H. B. Lockett, for defendant in error.

HALL, C.

¶1 The defendant in error, Evelyn Lamphear, commenced this action against Eathyel B. Forgy (formerly Dawson), as executrix of the estate of John H. Dawson, deceased, to reopen the administration proceedings in the case of said decedent, and allow petitioner. Evelyn Lamphear, to participate as a beneficiary under the will, and as heir at law in the distribution of the estate. Fraud was alleged as the ground for relief.

¶2 The essential facts in the case are as follows: In the year 1906, John H. Dawson married the mother of Evelyn Lamphear, the petitioner and defendant in error. On May 25, 1907, the petitioner, Evelyn Lamphear, then Evelyn Dawson, was born. Soon after she was born her parents separated, and she, the child, remained in the custody of her mother. The father, John H. Dawson whose estate is the subject-matter of this controversy, had no settled home or abode. Later he married the plaintiff in error herein, now Eathyel B. Forgy. Of this marriage there were born three children.

¶3 The defendant in error rarely if ever saw her father after his separation from her mother. Dawson seems to have been a peculiar and highly restless man. He had his life insured in the sum of nearly $ 100,000. $ 60,000 of this amount was payable to his wife, the plaintiff in error in this action. He killed himself, accidentally or otherwise, and the beneficiaries named in his insurance policies, and the executrix of his estate, collected the insurance. He killed himself in 1922. Immediately thereafter plaintiff in error filed her petition for probate of his will, which will, it seems, left his property to plaintiff in error and his children living at the time of his death." The defendant in error did not learn of the death of her father until 1925. In that year, on May 25th she reached her majority. Nearly one year thereafter she filed her petition asking that the administration proceedings be reopened, and that she be declared a beneficiary under the will, and an heir at law of the estate of the said John H. Dawson, deceased.

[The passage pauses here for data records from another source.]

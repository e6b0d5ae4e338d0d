using System.Globalization;
using GridDrift.Conventions.Coordinates;
using GridDrift.Conventions.Time;
using GridDrift.Formats;
using GridDrift.Formats.Classic;
using GridDrift.Frames;
using GridDrift.Grids;
using GridDrift.Outputs;
using GridDrift.Outputs.Series;
using GridDrift.Regions;
using GridDrift.Similarity;
using GridDrift.Statistics;

namespace GridDrift.Pipeline;

public sealed record SimilarityOptions(
    IReadOnlyList<string> Inputs,
    string Variable,
    IReadOnlyList<string> Regions,
    IReadOnlyList<SimilarityMetric> Metrics,
    string Output,
    string? Table = null,
    int Lag = 1,
    string? Range = null,
    bool AcrossGaps = false,
    string? Against = null,
    double MinValid = 0.5,
    double EarthRadius = Sphere.MeanEarthRadius,
    ClassicVariant? Format = null,
    string Command = "griddrift similarity",
    int Workers = 0,
    IReadOnlyList<string>? Reference = null,
    string? Units = null,
    FrameSlice? Slice = null);

public sealed record SimilaritySummary(int Pairs, IReadOnlyList<(CfTime Earlier, CfTime Later)> Skipped, DataRange Range, long CellsOutsideRange, int Regions);
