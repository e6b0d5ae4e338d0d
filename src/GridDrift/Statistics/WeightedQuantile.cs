namespace GridDrift.Statistics;

/// <summary>
/// Area-weighted quantiles. Values sorted ascending, each value i stands at the cumulative
/// probability of the middle of its weight, cᵢ = (Σ_{k&lt;i} wₖ + wᵢ/2) / Σw, and the p-quantile
/// interpolates linearly between the two values whose cᵢ bracket p (the lowest value below
/// c₀, the highest above the last). With equal weights this is definition 5 of Hyndman & Fan
/// (1996, The American Statistician 50(4): 361), Hazen's plotting position (k − ½)/n.
/// </summary>
public static class WeightedQuantile
{
    /// <summary>Sorts <paramref name="values"/> (and their weights with them) in place, then evaluates each probability.</summary>
    public static void Evaluate(Span<float> values, Span<double> weights, ReadOnlySpan<double> probabilities, Span<double> results)
    {
        int n = values.Length;
        if (n == 0)
        {
            results.Fill(double.NaN);
            return;
        }
        values.Sort(weights);
        double total = 0;
        for (int i = 0; i < n; i++) total += weights[i];
        for (int q = 0; q < probabilities.Length; q++) results[q] = double.NaN;
        // walk the sorted values once, answering the probabilities in ascending order
        Span<int> order = stackalloc int[probabilities.Length];
        for (int q = 0; q < order.Length; q++) order[q] = q;
        for (int a = 1; a < order.Length; a++)
            for (int b = a; b > 0 && probabilities[order[b]] < probabilities[order[b - 1]]; b--) (order[b], order[b - 1]) = (order[b - 1], order[b]);

        double before = 0, previousC = double.NaN, previousValue = double.NaN;
        int next = 0;
        for (int i = 0; i < n && next < order.Length; i++)
        {
            double c = (before + 0.5 * weights[i]) / total;
            while (next < order.Length && probabilities[order[next]] <= c)
            {
                double p = probabilities[order[next]];
                results[order[next]] = double.IsNaN(previousC) ? values[i]
                    : previousValue + (values[i] - previousValue) * (p - previousC) / (c - previousC);
                next++;
            }
            before += weights[i];
            previousC = c;
            previousValue = values[i];
        }
        for (; next < order.Length; next++) results[order[next]] = values[n - 1];
    }
}
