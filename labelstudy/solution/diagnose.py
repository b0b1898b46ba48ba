"""Rule-of-thumb diagnosis of a factor solution before labelling.

The thresholds are common practice in exploratory factor analysis (no single source): a salient loading
is ``|loading| >= .40``; an item cross-loads when its second loading is ``>= .30`` or lies within ``.20``
of its first; a factor wants three or more salient items (two are defensible only inside a model with
several correlated factors); a factor correlation ``|phi| >= .80`` questions whether two factors are
distinct. Every threshold is a parameter (:class:`Thresholds`).
"""

from __future__ import annotations

from dataclasses import asdict, dataclass, field

import numpy as np
import pandas as pd

from labelstudy.errors import LabelstudyError
from labelstudy.solution.model import Solution

__all__ = ["Thresholds", "Diagnosis", "diagnose", "ITEM_FLAGS", "FACTOR_FLAGS", "OBLIQUE_ROTATIONS"]

_EPS = 1e-9  # printed loadings: 0.60 - 0.40 must count as a gap of exactly .20

ITEM_FLAGS = {
    "no_salient": "no salient loading: the largest |loading| is below the salient threshold",
    "cross_loading": "cross-loading: the second loading is large, or close to the first",
    "negative": "loads negatively on its factor but is not declared reverse keyed",
    "reverse_keyed": "declared reverse keyed and loads negatively on its factor (as expected)",
}
FACTOR_FLAGS = {
    "few_items": "fewer salient items than the minimum; common practice: three or more items per factor; "
                 "two are defensible only inside a model with several correlated factors",
    "high_correlation": "correlates highly with another factor: the two may not be distinct",
}
OBLIQUE_ROTATIONS = ("oblimin", "promax", "geomin", "quartimin", "oblique", "bentlerq", "simplimax",
                     "cluster", "biquartimin", "oblimax", "entropy", "bifactor", "target")


@dataclass(frozen=True)
class Thresholds:
    """Diagnosis thresholds; the defaults are common practice in EFA (no single source).

    Attributes
    ----------
    salient : float, default 0.40
        Smallest ``|loading|`` that counts as salient (an item with no salient loading is ``no_salient``).
    cross_secondary : float, default 0.30
        A second ``|loading|`` at or above this makes the item ``cross_loading``.
    cross_gap : float, default 0.20
        A salient item whose first and second ``|loading|`` differ by less than this is ``cross_loading``.
    min_items : int, default 3
        A factor with fewer salient primary items is ``few_items`` (two are defensible only inside a model
        with several correlated factors).
    phi_high : float, default 0.80
        ``|phi|`` at or above this flags both factors ``high_correlation:<other id>``.
    orthogonal_tol : float, default 1e-6
        A phi matrix within this of the identity is read as an orthogonal solution.
    """

    salient: float = 0.40
    cross_secondary: float = 0.30
    cross_gap: float = 0.20
    min_items: int = 3
    phi_high: float = 0.80
    orthogonal_tol: float = 1e-6

    def __post_init__(self):
        for name in ("salient", "cross_secondary", "cross_gap", "phi_high"):
            v = getattr(self, name)
            if not 0 <= v <= 1:
                raise LabelstudyError(f"threshold {name} must lie between 0 and 1, not {v}")
        if self.min_items < 1:
            raise LabelstudyError(f"threshold min_items must be at least 1, not {self.min_items}")
        if self.orthogonal_tol < 0:
            raise LabelstudyError("threshold orthogonal_tol must not be negative")


@dataclass(frozen=True)
class Diagnosis:
    """Item and factor flags for a solution.

    Attributes
    ----------
    items : DataFrame
        One row per item: ``item, text, primary, primary_loading, secondary, secondary_loading, flags``
        (list of codes from :data:`ITEM_FLAGS`) and ``reverse_keyed``.
    factors : DataFrame
        One row per factor: ``factor, name, salient_items, flags`` (``few_items``,
        ``high_correlation:<other id>``).
    notes : tuple of str
        Solution-level findings in words.
    thresholds : Thresholds
    """

    items: pd.DataFrame
    factors: pd.DataFrame
    notes: tuple[str, ...]
    thresholds: Thresholds = field(default_factory=Thresholds)

    def to_dict(self) -> dict:
        """JSON-ready form (plain floats, lists)."""
        def num(x):
            return None if x is None or (isinstance(x, float) and np.isnan(x)) else float(x)

        return {
            "items": [{"id": r.item, "primary": r.primary, "primary_loading": num(r.primary_loading),
                       "secondary": r.secondary, "secondary_loading": num(r.secondary_loading),
                       "flags": list(r.flags)} for r in self.items.itertuples(index=False)],
            "factors": [{"id": r.factor, "name": r.name, "salient_items": int(r.salient_items),
                         "flags": list(r.flags)} for r in self.factors.itertuples(index=False)],
            "notes": list(self.notes),
            "thresholds": asdict(self.thresholds),
        }


def _item_row(item, t: Thresholds) -> dict:
    ranked = sorted(range(len(item.loadings)), key=lambda k: -abs(item.loadings[k][1]))  # stable: ties
    p_id, p = item.loadings[ranked[0]]                                                   # keep file order
    s_id, s = item.loadings[ranked[1]] if len(ranked) > 1 else (None, float("nan"))
    flags = []
    salient = abs(p) >= t.salient - _EPS
    if not salient:
        flags.append("no_salient")
    if s_id is not None and (abs(s) >= t.cross_secondary - _EPS
                             or (salient and abs(p) - abs(s) < t.cross_gap - _EPS)):
        flags.append("cross_loading")
    if p < 0:
        flags.append("reverse_keyed" if item.reverse_keyed else "negative")
    return {"item": item.id, "text": item.text, "primary": p_id, "primary_loading": p,
            "secondary": s_id, "secondary_loading": s, "flags": flags, "reverse_keyed": item.reverse_keyed,
            "_salient": salient}


def _is_oblique(rotation: str | None) -> bool:
    r = (rotation or "").lower().replace("-", "").replace(" ", "").replace("_", "")
    return any(name in r for name in OBLIQUE_ROTATIONS)


def diagnose(solution: Solution, thresholds: Thresholds = Thresholds()) -> Diagnosis:
    """Flag items and factors of ``solution`` by the rules of thumb in :class:`Thresholds`.

    Primary factor = largest ``|loading|`` (ties: the earlier factor), secondary = second largest;
    both loadings are reported signed. Item flags: ``no_salient`` (``|primary| < salient``),
    ``cross_loading`` (``|secondary| >= cross_secondary``, or, for an item with a salient primary,
    ``|primary| - |secondary| < cross_gap``), ``negative`` (primary loading below zero, not declared
    reverse keyed) or ``reverse_keyed`` (declared, information only). Factor flags: ``few_items`` (fewer
    than ``min_items`` salient primary items), ``high_correlation:<id>`` (``|phi| >= phi_high``).
    Comparisons allow 1e-9 for rounding, so a printed gap of 0.60 - 0.40 counts as .20.

    Examples
    --------
    >>> from labelstudy.solution.model import Factor, Item, Solution
    >>> items = tuple(Item(f"q{k}", "t", (("A", a), ("B", b)), None)
    ...               for k, (a, b) in enumerate([(.7, .1), (.6, .4), (.2, .1), (.1, .8)]))
    >>> sol = Solution(items, (Factor("A", "a", ""), Factor("B", "b", "")), None, (), "x")
    >>> d = diagnose(sol)
    >>> [f for f in d.items["flags"]]
    [[], ['cross_loading'], ['no_salient'], []]
    >>> list(d.factors["salient_items"])
    [2, 1]
    """
    t = thresholds
    rows = [_item_row(it, t) for it in solution.items]
    ids = [f.id for f in solution.factors]
    counts = {f: 0 for f in ids}
    for r in rows:
        if r["_salient"] and r["primary"] in counts:
            counts[r["primary"]] += 1
    notes: list[str] = []
    fflags: dict[str, list[str]] = {f: [] for f in ids}
    names = {f.id: f.name for f in solution.factors}
    for f in ids:
        if counts[f] < t.min_items:
            fflags[f].append("few_items")
            notes.append(f"factor {f} ({names[f]}): {counts[f]} salient item{'s' if counts[f] != 1 else ''} "
                         f"(|loading| >= {t.salient:.2f}); common practice: {t.min_items} or more items per "
                         f"factor; two are defensible only inside a model with several correlated factors")
    phi = solution.phi
    if phi is None:
        rotation = solution.meta_value("rotation")
        if _is_oblique(rotation):
            notes.append(f"the rotation {rotation!r} is oblique but no factor correlation matrix (phi) was "
                         f"supplied: factor correlations are unknown; add the phi table to check whether "
                         f"factors are distinct")
        else:
            notes.append("no factor correlation matrix: orthogonal rotation: factor correlations fixed at "
                         "zero")
    else:
        m = np.asarray(phi, dtype=float)
        if np.all(np.abs(m - np.eye(len(ids))) <= t.orthogonal_tol):
            notes.append("orthogonal rotation: factor correlations fixed at zero")
        for a in range(len(ids)):
            for b in range(a + 1, len(ids)):
                if abs(m[a, b]) >= t.phi_high - _EPS:
                    fflags[ids[a]].append(f"high_correlation:{ids[b]}")
                    fflags[ids[b]].append(f"high_correlation:{ids[a]}")
                    notes.append(f"factors {ids[a]} ({names[ids[a]]}) and {ids[b]} ({names[ids[b]]}) "
                                 f"correlate {m[a, b]:.2f} (|phi| >= {t.phi_high:.2f}): they may not be "
                                 f"distinct factors")
    flagged = [r["item"] for r in rows if "cross_loading" in r["flags"]]
    if flagged:
        notes.append(f"cross-loading items (judges may place them under either factor): {', '.join(flagged)}")
    cols = ["item", "text", "primary", "primary_loading", "secondary", "secondary_loading", "flags",
            "reverse_keyed"]
    items = pd.DataFrame([{k: r[k] for k in cols} for r in rows], columns=cols)
    factors = pd.DataFrame([{"factor": f, "name": names[f], "salient_items": counts[f], "flags": fflags[f]}
                            for f in ids], columns=["factor", "name", "salient_items", "flags"])
    return Diagnosis(items, factors, tuple(notes), t)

¶4 The grounds of fraud are that plaintiff in error, as petitioner for the probate of the will, and in all the proceedings had in the administration of said estate, represented to the county court that her three children were the only living children of the deceased, and that there were no other heirs at law.

¶5 Considerable testimony was introduced, and both the county court and the district court found that these representations to the county court were false; that plaintiff in error knew of the existence of the defendant in error, and knew that she was a daughter of John H. Dawson, deceased. This amounted to legal fraud, at least.

¶6 The county court set aside the order of distribution and final settlement, and reopened the probate proceedings to permit petitioner to claim as an heir at law and participate under the terms and provisions of the will.

¶7 The judgment of the district court affirmed the judgment of the county court. This action was correct. Any other disposition of the cause would not be warranted by law. The action of the trial court finds express support in the 4th subdivision of section 810, Comp. Stats. 1921, which provides the statutory method of setting aside an order or judgment of a court for fraud practiced by the successful party in obtaining the judgment or order.

¶8 The legal propositions advanced by plaintiff in error were settled adversely to her contention by the decision of this court in the case of Caulk v. Lowe, 74 Okla. 191, 178 P. 101. The opinion in that case is exhaustive, and the law announced therein is controlling here.

¶9 The appeal is largely without merit. The judgment of the trial court is hereby affirmed.